EdgeModelKit provides model download, cache, and device-tier helpers.

Download a registered model

import EdgeInference
import EdgeModelKit

guard let config = ModelConfig.find(modelID: "qwen3.5-9b-4bit") else {
throw EdgeRuntimeError.modelNotFound("qwen3.5-9b-4bit")
}

try await HFDownloader.shared.download(config: config) { progress in
print("Download progress:", progress)
}

Load from cache

let cachedURL = ModelCache.shared.cachedURL(for: config)

let engine = LLMEngine()
try await engine.loadLocal(directory: cachedURL)

Check cache state

if ModelCache.shared.isCached(config) {
print("Cached at:", ModelCache.shared.cachedURL(for: config))
}

print("Model cache bytes:", ModelCache.shared.cacheSize(for: config))
print("Total cache bytes:", ModelCache.shared.totalCacheSize())

Evict models

try ModelCache.shared.evict(config)
try ModelCache.shared.evictAll()

Device tiers

ModelTierManager recommends a tier based on the current device.

import EdgeModelKit

let manager = ModelTierManager.shared
manager.refresh()

print(manager.currentTier)
print(manager.availableTiers)
print(manager.currentConfig)

Model categories

ModelCategory.detect(from:) reads config.json and selects an engine category.

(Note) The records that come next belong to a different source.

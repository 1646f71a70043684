import { Matrix, QrDecomposition } from 'ml-matrix';

/** Options of {@link solveNnls}. */
export interface SolveNnlsOptions {
  /**
   * Maximum outer iterations (each adds one variable to the passive set).
   * @default 3·columns
   */
  maxIterations?: number;
  /**
   * Tolerance on the dual (gradient) for optimality, relative to the largest |Aᵀb| entry.
   * @default 1e-10
   */
  relativeTolerance?: number;
}

/** Result of {@link solveNnls}. */
export interface SolveNnlsResult {
  /** Solution x ≥ 0 (unit of b over unit of A). */
  readonly x: Float64Array;
  /** ‖A·x − b‖₂. */
  readonly residualNorm: number;
  /** Outer iterations used. */
  readonly iterations: number;
  /** Indices of the strictly positive (passive) variables. */
  readonly passiveSet: number[];
}

/**
 * Non-negative least squares: minimise ‖A·x − b‖₂ subject to x ≥ 0, by the Lawson–Hanson active-set method.
 * The unconstrained sub-problems are solved by QR decomposition (ml-matrix).
 *
 * @param a - design matrix, m × n (not modified)
 * @param b - right-hand side, length m (not modified)
 * @param options - see {@link SolveNnlsOptions}
 * @returns the solution, residual norm and passive set
 * @throws RangeError when b's length differs from A's row count
 * @see Lawson CL, Hanson RJ. Solving Least Squares Problems. Prentice-Hall, 1974, chapter 23 (algorithm NNLS).
 */
export function solveNnls(a: Matrix, b: ArrayLike<number>, options: SolveNnlsOptions = {}): SolveNnlsResult {
  const m = a.rows;
  const n = a.columns;
  const { maxIterations = 3 * n, relativeTolerance = 1e-10 } = options;
  if (b.length !== m) throw new RangeError(`b must have ${m} entries like A's rows, got ${b.length}`);
  const bVec = Matrix.columnVector(Array.from(b));
  const x = new Float64Array(n);
  const passive = new Array<boolean>(n).fill(false);
  const at = a.transpose();
  const atb = at.mmul(bVec);
  let scale = 0;
  for (let j = 0; j < n; j++) scale = Math.max(scale, Math.abs(atb.get(j, 0)));
  const tol = relativeTolerance * Math.max(scale, 1e-300) * Math.max(m, n);

  const gradient = () => {
    const r = bVec.clone().sub(a.mmul(Matrix.columnVector(Array.from(x))));
    return at.mmul(r);
  };
  const solvePassive = (): Float64Array => {
    const cols = passive.flatMap((p, j) => (p ? [j] : []));
    const z = new Float64Array(n);
    if (cols.length === 0) return z;
    const sub = a.subMatrixColumn(cols);
    const sol = new QrDecomposition(sub).solve(bVec);
    cols.forEach((j, k) => (z[j] = sol.get(k, 0)));
    return z;
  };

  let iterations = 0;
  for (; iterations < maxIterations; iterations++) {
    // choose the active variable whose gradient most wants to grow
    const w = gradient();
    let best = -1;
    let bestW = tol;
    for (let j = 0; j < n; j++) {
      if (!passive[j] && w.get(j, 0) > bestW) {
        bestW = w.get(j, 0);
        best = j;
      }
    }
    if (best < 0) break;
    passive[best] = true;

    // inner loop: step back towards feasibility while the passive solution has non-positive entries
    for (let inner = 0; inner < 3 * n; inner++) {
      const z = solvePassive();
      let alpha = Infinity;
      for (let j = 0; j < n; j++) {
        if (passive[j] && z[j] <= 0) alpha = Math.min(alpha, x[j] / (x[j] - z[j]));
      }
      if (alpha === Infinity) {
        x.set(z);
        break;
      }
      for (let j = 0; j < n; j++) {
        x[j] += alpha * (z[j] - x[j]);
        if (passive[j] && x[j] <= 1e-14 * Math.max(1, Math.abs(z[j]))) {
          passive[j] = false;
          x[j] = 0;
        }
      }
    }
  }

  const residual = bVec.clone().sub(a.mmul(Matrix.columnVector(Array.from(x))));
  return {
    x,
    residualNorm: residual.norm(),
    iterations,
    passiveSet: passive.flatMap((p, j) => (p ? [j] : [])),
  };
}
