import { levenbergMarquardt } from 'ml-levenberg-marquardt';
import type { Raster } from '../types';
import type { FluorescenceSpot } from './types';
import { laplacianOfGaussian } from './laplacianOfGaussian';
import { robustNoiseSigma } from './robustNoiseSigma';

/** Options of {@link detectSpots}. */
export interface DetectSpotsOptions {
  /** PSF standard deviation (px), e.g. from {@link psfSigmaPx}. Required. */
  sigmaPx: number;
  /**
   * Detection threshold in robust SDs of the LoG-filtered image. At 5 SD a Gaussian tail gives
   * ≈ 3·10⁻⁷ per pixel, about one false maximum in a 2048² frame.
   * @default 5
   */
  thresholdK?: number;
  /**
   * Half-size of the local-maximum neighbourhood: 1 means 3×3 (px).
   * @default 1
   */
  localMaxRadiusPx?: number;
  /**
   * Half-size of the square fitting window (px).
   * @default max(2, ceil(2.5·sigmaPx))
   */
  fitRadiusPx?: number;
  /**
   * 'gaussian' fits a 2-D Gaussian + constant by Levenberg–Marquardt; 'centroid' uses the weighted centroid only.
   * @default 'gaussian'
   */
  refine?: 'gaussian' | 'centroid';
  /**
   * A fit whose centre moves further than this from the detected maximum is rejected (px).
   * @default 1
   */
  maxShiftPx?: number;
  /**
   * Levenberg–Marquardt iterations per spot (the solver has no relative stopping rule, so all are run).
   * @default 10
   */
  maxIterations?: number;
  /**
   * Smooth background model that was subtracted from `raster` (counts per pixel), from {@link correctBackground};
   * added to each spot's `backgroundCounts`.
   * @default none (zero)
   */
  background?: Raster;
  /**
   * Camera gain (counts per photon): the spot's own shot variance is g·N (counts²).
   * @default 1
   */
  gainCountsPerPhoton?: number;
}

/** Result of {@link detectSpots}. */
export interface DetectSpotsResult {
  readonly spots: FluorescenceSpot[];
  /** Threshold applied to the scale-normalised LoG response (counts). */
  readonly thresholdLog: number;
  /** Robust SD of the LoG response (counts). */
  readonly logSigma: number;
  /** Robust per-pixel noise of the input (counts). */
  readonly pixelSigmaCounts: number;
  /** Local maxima above threshold. */
  readonly nbCandidates: number;
  /** Spots refined by the Gaussian fit, and by the centroid fallback. */
  readonly nbFitted: number;
  readonly nbCentroid: number;
}

/**
 * Finds diffraction-limited spots in a background-corrected fluorescence frame.
 *
 * Phases: scale-normalised Laplacian of Gaussian at the PSF sigma; local maxima above median + k·robust SD of the
 * response; sub-pixel refinement by a 2-D Gaussian + constant fitted with Levenberg–Marquardt on a small window,
 * falling back to the background-subtracted weighted centroid when the fit fails, wanders or gives an implausible
 * width; integrated counts and SNR per spot.
 *
 * SNR = N / √(g·N + 4πσ²·s²), with N the integrated counts, g the gain and s the robust pixel noise of the
 * frame, which already holds the background's shot noise and the read noise; 4πσ² is the noise-equivalent area of
 * a Gaussian (common practice).
 *
 * @param raster - background-corrected frame (counts above background); not modified
 * @param options - see {@link DetectSpotsOptions}
 * @returns spots and detection diagnostics
 * @throws RangeError for a non-positive sigmaPx or a background raster of another size
 * @see Lindeberg T. Feature detection with automatic scale selection. IJCV 30(2):79–116, 1998.
 */
export function detectSpots(raster: Raster, options: DetectSpotsOptions): DetectSpotsResult {
  const {
    sigmaPx,
    thresholdK = 5,
    localMaxRadiusPx = 1,
    fitRadiusPx = Math.max(2, Math.ceil(2.5 * sigmaPx)),
    refine = 'gaussian',
    maxShiftPx = 1,
    maxIterations = 10,
    background,
    gainCountsPerPhoton = 1,
  } = options;
  if (!Number.isFinite(sigmaPx) || sigmaPx <= 0) {
    throw new RangeError(`sigmaPx must be a finite positive number, got ${sigmaPx}`);
  }
  const { width, height, data } = raster;
  if (background && (background.width !== width || background.height !== height)) {
    throw new RangeError(
      `background must be ${width}×${height} like the raster, got ${background.width}×${background.height}`,
    );
  }

  // filter and threshold
  const log = laplacianOfGaussian(raster, sigmaPx).data;
  const logStats = robustNoiseSigma(log);
  const thresholdLog = logStats.median + thresholdK * logStats.sigma;
  const pixelSigmaCounts = robustNoiseSigma(data).sigma;

  // local maxima: ties are broken towards the later pixel so a plateau yields one maximum
  const candidates: number[] = [];
  const r = localMaxRadiusPx;
  for (let y = r; y < height - r; y++) {
    for (let x = r; x < width - r; x++) {
      const i = y * width + x;
      const v = log[i];
      if (v <= thresholdLog) continue;
      let isMax = true;
      for (let dy = -r; dy <= r && isMax; dy++) {
        const row = i + dy * width;
        for (let dx = -r; dx <= r; dx++) {
          const j = row + dx;
          if (j === i) continue;
          const w = log[j];
          if (w > v || (w === v && j > i)) {
            isMax = false;
            break;
          }
        }
      }
      if (isMax) candidates.push(i);
    }
  }

  // refine
  const spots: FluorescenceSpot[] = [];
  let nbFitted = 0;
  const noiseArea = 4 * Math.PI * sigmaPx * sigmaPx;
  for (const index of candidates) {
    const cx = index % width;
    const cy = (index - cx) / width;
    const x0 = Math.max(0, cx - fitRadiusPx);
    const x1 = Math.min(width - 1, cx + fitRadiusPx);
    const y0 = Math.max(0, cy - fitRadiusPx);
    const y1 = Math.min(height - 1, cy + fitRadiusPx);
    const n = (x1 - x0 + 1) * (y1 - y0 + 1);
    const xs = new Float64Array(n);
    const ys = new Float64Array(n);
    const vs = new Float64Array(n);
    const border: number[] = [];
    let k = 0;
    for (let y = y0; y <= y1; y++) {
      for (let x = x0; x <= x1; x++) {
        xs[k] = x;
        ys[k] = y;
        vs[k] = data[y * width + x];
        if (x === x0 || x === x1 || y === y0 || y === y1) border.push(vs[k]);
        k++;
      }
    }
    border.sort((a, b) => a - b);
    const localBg = border[border.length >> 1];

    let spot: FluorescenceSpot | undefined;
    if (refine === 'gaussian') {
      spot = fitGaussian(xs, ys, vs, cx, cy, localBg, data[index] - localBg, sigmaPx, maxShiftPx, maxIterations);
    }
    if (spot) nbFitted++;
    else spot = centroid(xs, ys, vs, localBg, sigmaPx);

    // SNR
    const bx = Math.min(width - 1, Math.max(0, Math.round(spot.x)));
    const by = Math.min(height - 1, Math.max(0, Math.round(spot.y)));
    const modelBg = background ? background.data[by * width + bx] : 0;
    const backgroundCounts = spot.backgroundCounts + modelBg;
    const signal = spot.integratedCounts;
    const variance = gainCountsPerPhoton * Math.max(signal, 0) + noiseArea * pixelSigmaCounts * pixelSigmaCounts;
    spots.push({ ...spot, backgroundCounts, snr: variance > 0 ? signal / Math.sqrt(variance) : 0 });
  }

  return {
    spots,
    thresholdLog,
    logSigma: logStats.sigma,
    pixelSigmaCounts,
    nbCandidates: candidates.length,
    nbFitted,
    nbCentroid: candidates.length - nbFitted,
  };
}

function fitGaussian(
  xs: Float64Array,
  ys: Float64Array,
  vs: Float64Array,
  cx: number,
  cy: number,
  bg0: number,
  amp0: number,
  sigmaPx: number,
  maxShiftPx: number,
  maxIterations: number,
): FluorescenceSpot | undefined {
  // the solver takes a 1-D abscissa, so the model is indexed by pixel number inside the window
  const idx = new Float64Array(xs.length);
  for (let i = 0; i < idx.length; i++) idx[i] = i;
  const model = ([a, mx, my, s, b]: number[]) => {
    const inv = 1 / (2 * s * s);
    return (i: number) => {
      const dx = xs[i] - mx;
      const dy = ys[i] - my;
      return a * Math.exp(-(dx * dx + dy * dy) * inv) + b;
    };
  };
  const jacobian = ([a, mx, my, s]: number[]) => {
    const s2 = s * s;
    return (i: number) => {
      const dx = xs[i] - mx;
      const dy = ys[i] - my;
      const r2 = dx * dx + dy * dy;
      const e = Math.exp(-r2 / (2 * s2));
      return [e, (a * e * dx) / s2, (a * e * dy) / s2, (a * e * r2) / (s2 * s), 1];
    };
  };
  let params: number[];
  try {
    params = levenbergMarquardt({ x: idx, y: vs }, model, {
      initialValues: [Math.max(amp0, 1e-3), cx, cy, sigmaPx, bg0],
      jacobianFunction: jacobian,
      minValues: [0, cx - maxShiftPx - 1, cy - maxShiftPx - 1, 0.3 * sigmaPx, -Infinity],
      maxValues: [Infinity, cx + maxShiftPx + 1, cy + maxShiftPx + 1, 3 * sigmaPx, Infinity],
      maxIterations,
      errorTolerance: 0,
    }).parameterValues;
  } catch {
    return undefined;
  }
  const [a, mx, my, s, b] = params;
  const plausible =
    params.every(Number.isFinite) &&
    a > 0 &&
    Math.hypot(mx - cx, my - cy) <= maxShiftPx &&
    s >= 0.5 * sigmaPx &&
    s <= 2 * sigmaPx;
  if (!plausible) return undefined;
  return {
    x: mx,
    y: my,
    amplitude: a,
    sigmaPx: s,
    integratedCounts: 2 * Math.PI * a * s * s,
    backgroundCounts: b,
    snr: 0,
    fitted: true,
  };
}

function centroid(
  xs: Float64Array,
  ys: Float64Array,
  vs: Float64Array,
  localBg: number,
  sigmaPx: number,
): FluorescenceSpot {
  let sw = 0;
  let sx = 0;
  let sy = 0;
  let total = 0;
  for (let i = 0; i < vs.length; i++) {
    const v = vs[i] - localBg;
    total += v;
    if (v > 0) {
      sw += v;
      sx += v * xs[i];
      sy += v * ys[i];
    }
  }
  const x = sw > 0 ? sx / sw : xs[xs.length >> 1];
  const y = sw > 0 ? sy / sw : ys[ys.length >> 1];
  return {
    x,
    y,
    amplitude: total / (2 * Math.PI * sigmaPx * sigmaPx),
    sigmaPx,
    integratedCounts: total,
    backgroundCounts: localBg,
    snr: 0,
    fitted: false,
  };
}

let category = ModelCategory.detect(from: cachedURL)

switch category {
case .llm:
print("Use LLMEngine")
case .vlm:
print("Use VLMEngine")
case .tts:
print("Use TTSEngine")
case .stt:
print("Use STTEngine")
}

Loading strategy

SourceUse it when
Local pathYou already have a model bundle on disk.
Model cacheThe app downloaded a registered model.
Edge Studio exportYou optimized or prepared the model in Edge Studio.
App bundle or ODRThe app ships or downloads the model through iOS distribution.